Exercise instructions - Report back each line of the data that contains the word "gains".

(Stored data entries)
.....

/**
 * Validates and stores a run, queues it, and (when `wait`) resolves once it
 * is done. Size problems (K ≥ L of the elements a method uses, a mismatched
 * element count, no usable run of enabled elements) are 422 before anything is stored; a run the engine refuses when
 * waited on is removed and answered with 422.
 */
export async function submitEstimate({
  caller,
  input,
  wait,
  pinnedRevisionId,
  rerunOf,
  rows: givenRows,
}: {
  caller: Caller;
  input: EstimateRequest;
  /** Inline snapshots already read into typed arrays (parseEstimateBody), instead of `input.snapshots`. */
  rows?: ComplexMatrix;
  wait: boolean;
  pinnedRevisionId?: number;
  rerunOf?: number;
}): Promise<EstimateRunDto> {
  assertPermission(caller, 'estimates.run');
  const db = await getDb();
  let dataset: Dataset | null = null;
  let m: number;
  let n: number;
  if (input.datasetId !== undefined) {
    dataset = await Dataset.findOne({ where: { id: input.datasetId, teamId: caller.teamId } });
    if (!dataset) throw new ApiError('not_found', `No dataset with id ${input.datasetId} in your team.`);
    m = dataset.elements;
    n = dataset.snapshots;
  } else {
    m = givenRows ? givenRows.cols : input.snapshots!.re[0].length;
    n = givenRows ? givenRows.rows : input.snapshots!.re.length;
  }
  const { array, gains } = await resolveArray({ caller, input, dataset, pinnedRevisionId });
  if (array.elements !== m) {
    const what = dataset
      ? `dataset "${dataset.name}" has ${m} columns (elements)`
      : `the snapshots have ${m} columns (elements)`;
    const arrayName = array.name ? `array "${array.name}" (revision ${array.revision})` : 'the array';
    throw new ApiError(
      'validation_failed',
      `The element counts differ: ${what} but ${arrayName} has ${array.elements} elements.`,
      {
        fields: { [input.array ? 'array' : 'arrayId']: [`${array.elements} elements, the data has ${m}`] },
      },
    );
  }
  const options = optionsOf(input);
  const methods: DoaMethod[] = input.methods ?? [input.method!];
  checkSizes(usableElements(array, methods, options), options, n);
  const calibration = calibrationFor(input, array, gains);
  let request = input;
  let rows: ComplexMatrix | undefined = input.datasetId === undefined ? givenRows : undefined;
  if (input.snapshots) {
    rows = inlineRows(input.snapshots);
    const { snapshots: _inline, ...rest } = input;
    void _inline;
    request = rest;
  }
  const inputsWith = (snapshotSet: SnapshotSetRef | undefined): RunInputs => ({
    request,
    ...(snapshotSet ? { snapshotSet } : {}),
    methods,
    options,
    array,
    ...(dataset
      ? {
          dataset: {
            id: dataset.id,
            sha256: dataset.sha256,
            name: dataset.name,
            elements: dataset.elements,
            snapshots: dataset.snapshots,
          },
        }
      : {}),
    ...(rerunOf !== undefined ? { rerunOf } : {}),
    calibration,
  });
  // An inline set the client waits for: computed first, then stored in one transaction.
  if (wait && rows) return runInlineNow({ caller, rows, inputsWith, methods, rerunOf });
  const inputs = inputsWith(rows ? await storeSnapshotSet(rows) : undefined);
  const { run, job } = await db.transaction(async (transaction) => {
    const created = await EstimateRun.create(
      {
        teamId: caller.teamId,
        status: 'queued',
        datasetId: dataset ? dataset.id : null,
        datasetSha256: dataset ? dataset.sha256 : null,
        arrayRevisionId: array.arrayRevisionId ?? null,
        inputs: inputs as unknown as Record<string, unknown>,
        softwareVersion: SOFTWARE_VERSION,
        createdById: caller.id,
      },
      { transaction },
    );
    await recordAudit(
      {
        teamId: caller.teamId,
        userId: caller.id,
        action: rerunOf ? 'estimate.rerun' : 'estimate.started',
        target: methods.join(', '),
        detail: { id: created.id, rerunOf: rerunOf ?? null },
      },
      transaction,
    );
    const queued = await enqueueJob({
      kind: ESTIMATE_JOB,
      inputRef: String(created.id),
      teamId: caller.teamId,
      ownerId: caller.id,
      transaction,
    });
    return { run: created, job: queued };
  });
  if (!wait) return getEstimateRun({ caller, id: run.id });
  const outcome = await waitForJob(job.id);
  if (outcome.status === 'failed' && outcome.cause !== undefined) {
    const mapped = engineToApi(outcome.cause);
    if (mapped instanceof ApiError) {
      // A refusal of the engine on a waited run is answered as 422 and leaves nothing behind.
      await db.transaction(async (transaction) => {
        await EstimateRun.destroy({ where: { id: run.id }, transaction });
        await Job.destroy({ where: { id: job.id }, transaction });
      });
      throw mapped;
    }
  }
  return getEstimateRun({ caller, id: run.id });
}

.....

Solution below -
  const { array, gains } = await resolveArray({ caller, input, dataset, pinnedRevisionId });
  const calibration = calibrationFor(input, array, gains);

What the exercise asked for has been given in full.